What is defense in depth?
A layered approach to security. This is a replacement to the Zero Trust Model (all or nothing model)
What is the difference between BLOB Storage and Data Lake Gen2?
Data Lake Gen2 has a hierarchical namespace (the collection of objects and files are organized into directories and sub-directories). Similar to file explorer on your computer.
What are the two options Azure offers for relational cloud data store (RDBMS)?
- SQL Database
2. Azure Synapse (SQL Data Warehouse)
What Azure big data service is best for transaction processing of relational data?
SQL Database
What are advantages of SQL Database?
- Consistent data that can handle complex queries
- for transactional processing
- Single source data capture
- Scales vertically
- for relational data
What are advantages of SQL Data Warehouse (Synapse)?
- Parallel processing
- multiple relational source data capture
- handles complex queries
- scales horizontally
What are benefits of Cosmos DB?
- global replication
- multi-model
- for non-relational data
What are the 5 levels of consistency for Cosmos DB?
- Strong (Best consistency; Most expensive)
- Bounded Staleness
- Session
- Consistent Prefix
- Eventual (Weak consistency; Least Expensive)
What are the options for storing non-relational data in Azure?
- Cosmos DB
- Data Lake Gen2
- BLOB storage
What are the two types of partitioning in Cosmos DB?
Logical
Physical
Logical Partitions are based on:
Partition Keys
*** What are things to consider when developing a partition key?
- should be a property that will exist on every object
- anticipate top queries
- avoid fans
- Keys are immutable. They cannot change
What is Polybase used for?
importing/exporting data between Azure BLOB storage and Synapse (Data Warehouse)
T/F Data Factory can ingest both structured and unstructured data.
True
What is Data Factory?
- An orchestration service.
- Primary method for ingesting data into an Azure architecture.
- Responsible for moving and monitoring the data
T/F Data Factory can be used for both ETL and ELT
True
*** What is a cluster in Databricks?
a group of compute resources
What are the languages available in Databricks?
R, SQL, Python, Scala, Java
T/F Databricks can be used for streaming and bratch processing.
True
What is Databricks used for?
Exploration and visualization of data
What are components of Databricks?
Cluster: compute resources
Workspace: “filing cabinet” for Databricks work
Notebooks: “folders” that contain cells
Cells: individual pieces of code
Libraries: packages that provide additional functionality
Tables: where structured data is stored
What are ways to recover from failed queries when streaming in Databricks?
- enable creating checkpoints
- configure jobs to restart on failure
- recover after changes
How do you optimize Databricks jobs using scheduler pools?
Group jobs into pools by weight.
By default, all queries run in a fair scheduler pool (first in first out).
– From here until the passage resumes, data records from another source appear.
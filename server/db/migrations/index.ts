// Reviewed migrations, in order. Generate with `npm run migration:generate -- server/db/migrations/<Name>`
// against the dev database (see DEVELOPERS.md), review the SQL, then add the class here.
import { Foundation1796164188542 } from './1796164188542-Foundation';

export const migrations = [Foundation1796164188542];
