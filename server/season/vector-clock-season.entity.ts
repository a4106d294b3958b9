import { Column, Entity, JoinColumn, ManyToOne, PrimaryColumn } from 'typeorm';
import { DistrictEntity } from '../districts/district.entity';

/**
 * The vector clock of one district and profile over one season, as the season run stored it: one row
 * per season with one array per quantity, element i being the day `start_date + i` (i from 0; SQL
 * arrays count from 1). A NULL element is an unknown value (a weather gap), never zero.
 *
 * One row per season rather than one per day: a full run writes 5 rows per district instead of
 * about 1,700, so the run spends its time computing rather than inserting and indexing tuples (see
 * docs/tier.md, "Storage of the vector clock"). `SELECT … FROM vector_clock_seasons, unnest(…) WITH
 * ORDINALITY` gives the days back as rows (server/board/district-file.service.ts does).
 */
@Entity({ name: 'vector_clock_seasons' })
export class VectorClockSeasonEntity {
  @PrimaryColumn({ name: 'district_id', type: 'uuid' })
  districtId: string;

  @PrimaryColumn({ name: 'profile_id', type: 'text' })
  profileId: string;

  @PrimaryColumn({ name: 'season_year', type: 'integer' })
  seasonYear: number;

  @Column({ name: 'start_date', type: 'date' })
  startDate: string;

  @Column({ type: 'integer' })
  days: number;

  @Column({ name: 'degree_days', type: 'real', array: true })
  degreeDays: (number | null)[];

  @Column({ name: 'cumulative_degree_days', type: 'real', array: true })
  cumulativeDegreeDays: number[];

  @Column({ type: 'boolean', array: true })
  complete: boolean[];

  @Column({ type: 'real', array: true })
  generations: number[];

  @Column({ name: 'eip_days', type: 'real', array: true })
  eipDays: (number | null)[];

  @Column({ type: 'real', array: true })
  survival: (number | null)[];

  @Column({ name: 'survival_through_eip', type: 'real', array: true })
  survivalThroughEip: (number | null)[];

  @Column({ name: 'eip_share', type: 'real', array: true })
  eipShare: (number | null)[];

  @Column({ name: 'rvc', type: 'real', array: true })
  rvc: (number | null)[];

  @Column({ name: 'rvc_low', type: 'real', array: true })
  rvcLow: (number | null)[];

  @Column({ name: 'rvc_high', type: 'real', array: true })
  rvcHigh: (number | null)[];

  @Column({ name: 'season_open', type: 'boolean', array: true })
  seasonOpen: boolean[];

  @ManyToOne(() => DistrictEntity, { onDelete: 'CASCADE' })
  @JoinColumn({ name: 'district_id' })
  district?: DistrictEntity;
}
By grouping into pools by weight, you can allow more important jobs to go through first.
How do you optimize Databricks jobs using configuration settings?
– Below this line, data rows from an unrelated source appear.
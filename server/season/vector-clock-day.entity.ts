import { Column, Entity, PrimaryColumn } from 'typeorm';

/** The vector clock of one district, profile and day, as the season run stored it. */
@Entity({ name: 'vector_clock_days' })
export class VectorClockDayEntity {
  @PrimaryColumn({ name: 'district_id', type: 'uuid' })
  districtId: string;

  @PrimaryColumn({ name: 'profile_id', type: 'text' })
  profileId: string;

  @PrimaryColumn({ type: 'date' })
  date: string;

  @Column({ name: 'degree_days', type: 'real', nullable: true })
  degreeDays: number | null;

  @Column({ name: 'cumulative_degree_days', type: 'real' })
  cumulativeDegreeDays: number;

  @Column({ type: 'boolean' })
  complete: boolean;

  @Column({ type: 'real' })
  generations: number;

  @Column({ name: 'eip_days', type: 'real', nullable: true })
  eipDays: number | null;

  @Column({ type: 'real', nullable: true })
  survival: number | null;

  @Column({ name: 'survival_through_eip', type: 'real', nullable: true })
  survivalThroughEip: number | null;

  @Column({ name: 'eip_share', type: 'real', nullable: true })
  eipShare: number | null;

  @Column({ name: 'rvc', type: 'real', nullable: true })
  rvc: number | null;

  @Column({ name: 'rvc_low', type: 'real', nullable: true })
  rvcLow: number | null;

  @Column({ name: 'rvc_high', type: 'real', nullable: true })
  rvcHigh: number | null;

  @Column({ name: 'season_open', type: 'boolean' })
  seasonOpen: boolean;
}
use “compute-optimized” instances.
What are Watermark Policies in Databricks?
A way to set thresholds for late data coming in from input streams.
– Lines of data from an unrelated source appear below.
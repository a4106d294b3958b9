import type { DataSource } from 'typeorm';
import { DEFAULT_TIER_SETTINGS, type TierSettings } from '../../shared/tier';
import { recordAudit } from '../audit/audit.repository';
import type { Principal } from '../auth/principal';
import { TierSettingsVersionEntity } from './tier-settings-version.entity';

/** The tier weights and cut points in force (the newest version), and their history. */
export class TierSettingsService {
  constructor(private readonly ds: DataSource) {}

  async current(): Promise<{ settings: TierSettings; version: number | null }> {
    const row = await this.ds.getRepository(TierSettingsVersionEntity).findOne({ where: {}, order: { id: 'DESC' } });
    return row ? { settings: row.settings, version: row.id } : { settings: DEFAULT_TIER_SETTINGS, version: null };
  }

  async history() {
    const rows = await this.ds.getRepository(TierSettingsVersionEntity).find({ order: { id: 'DESC' }, take: 100 });
    return rows.map((r) => ({ version: r.id, settings: r.settings, changedBy: r.changedBy, reason: r.reason, createdAt: r.createdAt.toISOString() }));
  }

  async update(actor: Principal, settings: TierSettings, reason: string) {
    const before = await this.current();
    return this.ds.transaction(async (manager) => {
      const row = await manager.save(TierSettingsVersionEntity, manager.create(TierSettingsVersionEntity, { settings, reason, changedBy: actor.userId }));
      await recordAudit(manager, {
        actorId: actor.userId, action: 'tier-settings.updated', entity: 'tier-settings', entityId: String(row.id),
        before: before.settings, after: settings, reason,
      });
      return { version: row.id, settings };
    });
  }
}
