import { Column, Entity, JoinColumn, ManyToOne, PrimaryColumn } from 'typeorm';
import { DistrictEntity } from '../districts/district.entity';

/** Which vector–pathogen profiles the season run computes for a district, with an optional biofix. */
@Entity({ name: 'district_profiles' })
export class DistrictProfileEntity {
  @PrimaryColumn({ name: 'district_id', type: 'uuid' })
  districtId: string;

  @PrimaryColumn({ name: 'profile_id', type: 'text' })
  profileId: string;

  /** Month-day (MM-DD) overriding the profile's default biofix; null keeps the default. */
  @Column({ type: 'text', nullable: true })
  biofix: string | null;

  /** Who assigned this profile (PUT /api/districts/profiles); null for the demo seed and older rows. */
  @Column({ name: 'assigned_by', type: 'uuid', nullable: true })
  assignedBy: string | null;

  @Column({ name: 'assigned_at', type: 'timestamptz', nullable: true })
  assignedAt: Date | null;

  @ManyToOne(() => DistrictEntity, { onDelete: 'CASCADE' })
  @JoinColumn({ name: 'district_id' })
  district?: DistrictEntity;
}
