import type { SeasonRunDto } from '../../shared/api/board.schema';
import type { SeasonRunEntity } from './season-run.entity';
import { failedCount } from './season-run.service';

export const presentSeasonRun = (r: SeasonRunEntity): SeasonRunDto => ({
  id: r.id,
  kind: r.kind,
  byPerson: r.requestedBy !== null,
  full: r.full,
  status: r.status,
  startedAt: new Date(r.startedAt).toISOString(),
  finishedAt: r.finishedAt ? new Date(r.finishedAt).toISOString() : null,
  asOf: r.asOf,
  districtsTotal: r.districtsTotal,
  districtsDone: r.districtsDone,
  districtsSkipped: r.districtsSkipped,
  rowsWritten: r.rowsWritten,
  districtsFailed: failedCount(r.warnings ?? []),
  warnings: r.warnings,
  // Runs stored before the total was kept count their list.
  warningsNotListed: Math.max(0, (r.warningsTotal ?? 0) - (r.warnings ?? []).length),
  error: r.error,
});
What are methods to optimize streaming in Databricks
- enable autoscaling
- optimize configuration settings
- group jobs into pools by weights
- recover from query failures
*** How are you charged for Cosmos DB?
Storage
Throughput
Which are appropriate questions for determining what solution should be used for ingesting and moving data?
- How cost sensitive is the project?
- What is the end result of the data?